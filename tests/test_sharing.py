"""Share, cite, trace: the metadata link previews read, the sharing image, the citation."""

from __future__ import annotations

import re
import struct
from pathlib import Path

import pytest
from helpers import VALID_EVENT, write_catalogue

from factsheet.build import build


@pytest.fixture(scope="module")
def site(tmp_path_factory) -> Path:
    root = tmp_path_factory.mktemp("sharing")
    settings = (
        "base_url: https://example.org/sheets/\n"
        "licence: CC BY 4.0\n"
        "citation: Cite the *Example catalogue* (2034).\n"
    )
    cat = write_catalogue(root / "cat", {"a.yaml": VALID_EVENT, "catalogue.yaml": settings})
    build(cat, root / "site", jobs=1)
    return root / "site"


def meta(html: str) -> dict[str, str]:
    found = re.findall(r'<meta (?:property|name)="([^"]+)" content="([^"]*)">', html)
    return dict(found)


def png_size(data: bytes) -> tuple[int, int]:
    """Width and height from a PNG's header (the PNG specification, IHDR chunk)."""
    assert data[:8] == b"\x89PNG\r\n\x1a\n" and data[12:16] == b"IHDR"
    return struct.unpack(">II", data[16:24])


def test_a_sheet_carries_the_metadata_link_previews_read(site):
    page = (site / "events" / "TEST-1.html").read_text(encoding="utf-8")
    tags = meta(page)
    assert tags["og:title"] == "TEST-1: A test pair"
    assert tags["description"].startswith("Two black holes of about 36 and 29")
    assert tags["og:description"] == tags["description"]
    assert tags["og:url"] == "https://example.org/sheets/events/TEST-1.html"
    assert tags["og:image"] == "https://example.org/sheets/events/TEST-1-share.png"
    assert tags["twitter:card"] == "summary_large_image"
    image = (site / "events" / "TEST-1-share.png").read_bytes()
    assert png_size(image) == (1200, 630)


def test_a_sheet_says_how_to_cite_it_and_under_which_licence(site):
    page = (site / "events" / "TEST-1.html").read_text(encoding="utf-8")
    cite = page[page.index('id="cite-heading"') :]
    assert "https://example.org/sheets/events/TEST-1.html" in cite
    assert "current estimate, undated (merger 12 April 2034)" in cite  # no dated estimate
    assert "<em>Example catalogue</em>" in cite
    footer = page[page.index("<footer") :]
    assert "CC BY 4.0" in footer
    assert re.search(r"Made with factsheet \d+\.\d+", footer)
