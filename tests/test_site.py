"""End to end: build the packaged demo and read the site back (pages, links, the JSON export)."""

import json
import re
from html.parser import HTMLParser
from pathlib import Path
from urllib.parse import urlsplit

import astropy.units as u
import pytest
from helpers import EXPORT_QUANTITIES, VALID_EVENT, write_catalogue

from factsheet.build import build
from factsheet.load import load_catalogue
from factsheet.resources import demo_dir

CONTRACT_KEYS = {
    "id",
    "time_utc",
    "source_class",
    "credible_level",
    "quantities",
    "mass_bands",
    "counterpart_windows",
    "caveats",
}
QUANTITY_KEYS = {
    "heavier_mass",
    "lighter_mass",
    "total_mass",
    "chirp_mass",
    "mass_ratio",
    "distance",
    "redshift",
    "isco_frequency",
    "time_in_band",
}
#: Spins an event may give; the effective spin is summarised only when one of them is given.
SPIN_PATHS = {"heavier.spin", "lighter.spin", "effective_spin"}
SPIN_PATHS |= {"heavier.spin_magnitude", "lighter.spin_magnitude"}  # spin vectors (with tilts)
REMNANT_KEYS = {
    "remnant_mass",
    "remnant_spin",
    "radiated_mass",
    "energy_radiated",
    "peak_luminosity",
    "kick_velocity",
    "ringdown_frequency",
    "ringdown_damping_time",
}
UNITS = {
    "heavier_mass": "solMass",
    "distance": "Mpc",
    "energy_radiated": "J",
    "peak_luminosity": "W",
    "kick_velocity": "km / s",
    "ringdown_frequency": "Hz",
    "ringdown_damping_time": "s",
    "isco_frequency": "Hz",
    "time_in_band": "s",
}

BAND_KEYS = {"neutron_star", "lower_gap", "stellar_black_hole", "pair_instability_gap", "above_gap"}


#: The only place a page may link out of the site: a reference's arXiv abstract, as an anchor
#: the reader may follow (a link, never a request the page makes).
OUTBOUND = "https://arxiv.org/abs/"


class Links(HTMLParser):
    def __init__(self):
        super().__init__()
        self.links: list[str] = []

    def handle_starttag(self, tag, attrs):
        for name, value in attrs:
            if tag == "a" and name == "href" and value and value.startswith(OUTBOUND):
                continue
            if name in ("href", "src") and value:
                self.links.append(value)


class Images(HTMLParser):
    """The alt text of every image, by the file name it shows."""

    def __init__(self):
        super().__init__()
        self.alt: dict[str, str] = {}

    def handle_starttag(self, tag, attrs):
        found = dict(attrs)
        if tag == "img" and found.get("src"):
            self.alt[found["src"].rsplit("/", 1)[-1]] = found.get("alt", "")


def alt_texts(page: Path) -> dict[str, str]:
    parser = Images()
    parser.feed(page.read_text(encoding="utf-8"))
    return parser.alt


def test_every_public_event_has_a_page_and_json(demo_site):
    events = [
        e
        for e in load_catalogue(demo_dir()).events
        if e.visibility == "public" and e.embargo_until is None
    ]
    for event in events:
        assert (demo_site / "events" / f"{event.id}.html").is_file()
        data = json.loads((demo_site / "data" / f"{event.id}.json").read_text())
        assert data.keys() >= CONTRACT_KEYS and data["quantities"].keys() >= QUANTITY_KEYS
        given = set(event.estimate.values()) | set(event.samples.values if event.samples else ())
        assert ("effective_spin" in data["quantities"]) == bool(given & SPIN_PATHS), event.id
        in_plane = given & {"heavier.tilt", "lighter.tilt", "precession_spin"}
        assert ("precession_spin" in data["quantities"]) == bool(in_plane), event.id
        for name, q in data["quantities"].items():
            assert q["low"] <= q["median"] <= q["high"], name
            u.Unit(q["unit"])  # the export gives astropy unit strings
        if data["source_class"] == "BBH":
            assert data["quantities"].keys() >= REMNANT_KEYS
            assert data["quantities"]["remnant_spin"]["fit_spread"] >= 0
        for name, unit in UNITS.items():
            if name in data["quantities"]:
                assert data["quantities"][name]["unit"] == unit
        assert set(data["mass_bands"]) >= {"heavier", "lighter"}
        for bands in data["mass_bands"].values():
            assert sum(bands.values()) == pytest.approx(1)


def test_every_relative_link_resolves(demo_site):
    pages = sorted(demo_site.rglob("*.html"))
    assert len(pages) >= 13
    for page in pages:
        parser = Links()
        parser.feed(page.read_text(encoding="utf-8"))
        for link in parser.links:
            parts = urlsplit(link)
            if parts.scheme == "data" or link.startswith("#"):
                continue
            assert not parts.scheme and not parts.netloc and not link.startswith("/"), link
            assert (page.parent / parts.path).resolve().is_file(), f"{page.name}: {link}"


def test_index_links_every_sheet(demo_site):
    index = (demo_site / "index.html").read_text(encoding="utf-8")
    for page in (demo_site / "events").glob("*.html"):
        assert f'href="events/{page.name}"' in index


def test_sheets_carry_previous_and_next_links(demo_site):
    pages = sorted((demo_site / "events").glob("*.html"))
    middle = pages[len(pages) // 2].read_text(encoding="utf-8")
    assert 'rel="prev"' in middle and 'rel="next"' in middle


def test_cgs_energy_units_on_the_page(tmp_path):
    cat = write_catalogue(
        tmp_path / "cat", {"a.yaml": VALID_EVENT, "catalogue.yaml": "energy_units: cgs\n"}
    )
    build(cat, tmp_path / "out", jobs=1)
    page = (tmp_path / "out" / "events" / "TEST-1.html").read_text()
    assert "erg s⁻¹" in page and "× 10⁵⁶ erg s⁻¹" in page  # peak luminosity ~ 3.6e56 erg/s
    data = json.loads((tmp_path / "out" / "data" / "TEST-1.json").read_text())
    assert data["quantities"]["energy_radiated"]["unit"] == "J"  # the JSON contract keeps SI


def test_sheets_state_the_detection_and_class_probabilities(demo_site):
    data = json.loads((demo_site / "data" / "MER34-008.json").read_text())
    probs = data["source_class_probabilities"]
    assert set(probs) == {"BNS", "NSBH", "BBH"} and sum(probs.values()) == pytest.approx(1)
    assert 0 <= data["disruption_probability"] <= 1
    detection = data["detection"]
    assert detection["network"] and detection["snr"] > 0
    assert detection["false_alarm_rate"]["unit"] == "1 / yr"
    page = (demo_site / "events" / "MER34-008.html").read_text(encoding="utf-8")
    assert "combined signal-to-noise ratio of" in page and "torn apart" in page
    assert "neutron star–black hole (NSBH)" in page  # the class in words at its first use
    for name in detection["network"]:
        assert name in page


def test_exports_use_the_version_2_vocabulary(demo_site):
    exports = sorted((demo_site / "data").glob("*.json"))
    assert exports
    for path in exports:
        data = json.loads(path.read_text())
        assert data["format_version"] == 2, path.name
        keys = list(data["quantities"])
        assert set(keys) <= set(EXPORT_QUANTITIES), path.name
        assert keys == [k for k in EXPORT_QUANTITIES if k in keys], path.name
        subjects = {"heavier", "lighter"} | ({"remnant"} if "remnant_mass" in keys else set())
        assert set(data["mass_bands"]) == subjects, path.name
        for subject, bands in data["mass_bands"].items():
            assert set(bands) == BAND_KEYS, (path.name, subject)
            assert all(0 <= p <= 1 for p in bands.values()), (path.name, subject)
            assert abs(sum(bands.values()) - 1) <= 1e-9, (path.name, subject)
        assert set(data["intermediate_mass"]) == subjects, path.name
        assert all(0 <= p <= 1 for p in data["intermediate_mass"].values()), path.name


def test_cgs_energy_units_on_the_index(tmp_path):
    cat = write_catalogue(
        tmp_path / "cat", {"a.yaml": VALID_EVENT, "catalogue.yaml": "energy_units: cgs\n"}
    )
    build(cat, tmp_path / "out", jobs=1)
    index = (tmp_path / "out" / "index.html").read_text(encoding="utf-8")
    page = (tmp_path / "out" / "events" / "TEST-1.html").read_text(encoding="utf-8")
    row = re.search(
        r'<th scope="row">Energy radiated<br>.*?</th><td class="num">([^<]*)</td>', page
    )
    assert row and row.group(1).endswith(" erg")  # ~ 5e54 erg
    cells = re.findall(r'<td class="num" data-sort="[^"]*">([^<]*)</td>', index)
    assert row.group(1) in cells  # the same number in the same unit as the sheet
    assert " J<" not in index  # no cell in joules


def test_history_of_a_detector_frame_event_names_the_frame(tmp_path):
    event = """\
        id: TEST-2
        title: A pair measured in the detector frame
        time: "2034-04-12T07:26:41.2"
        frame: detector
        estimate:
          heavier: {mass: 36 +5 -4 Msun}
          lighter: {mass: 29 +4 -5 Msun}
          distance: 440 +180 -170 Mpc
        history:
          - date: "2034-04-12"
            label: First look
            estimate:
              heavier: {mass: 40 +8 -6 Msun}
              lighter: {mass: 27 +6 -6 Msun}
              distance: 500 +200 -200 Mpc
          - date: "2034-04-20"
            label: Second look
            estimate:
              heavier: {mass: 37 +6 -5 Msun}
              lighter: {mass: 28 +5 -5 Msun}
              distance: 450 +190 -180 Mpc
        """
    cat = write_catalogue(tmp_path / "cat", {"a.yaml": event})
    build(cat, tmp_path / "out", jobs=1)
    page = tmp_path / "out" / "events" / "TEST-2.html"
    history = page.read_text(encoding="utf-8").split('<ol class="history">', 1)[1]
    items = re.findall(r"<li>([^<]*)</li>", history.split("</ol>", 1)[0])
    masses = [item for item in items if "M⊙" in item]
    assert len(masses) == 6  # two masses in each of the two entries and the current estimate
    for item in masses:
        assert item.startswith(("m₁ (detector frame): ", "m₂ (detector frame): ")), item
    alt = alt_texts(page)["TEST-2-history.svg"]
    assert "m₁ (detector frame): " in alt and "m₂ (detector frame): " in alt
    assert "m₁:" not in alt and "m₂:" not in alt


def test_masses_figure_states_the_catalogue_credible_level(tmp_path):
    cat = write_catalogue(
        tmp_path / "cat", {"a.yaml": VALID_EVENT, "catalogue.yaml": "credible_level: 0.68\n"}
    )
    build(cat, tmp_path / "out", jobs=1)
    alt = alt_texts(tmp_path / "out" / "events" / "TEST-1.html")["TEST-1-masses.svg"]
    alt = alt.replace("\xa0", " ")  # the level is written with a no-break space
    assert "68 %" in alt and "90 %" not in alt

-*-*-

[TASK STATEMENT] Establish how many lines of the records contain the string "startswith" and state that number without elaboration.

[EXPECTED ANSWER] 5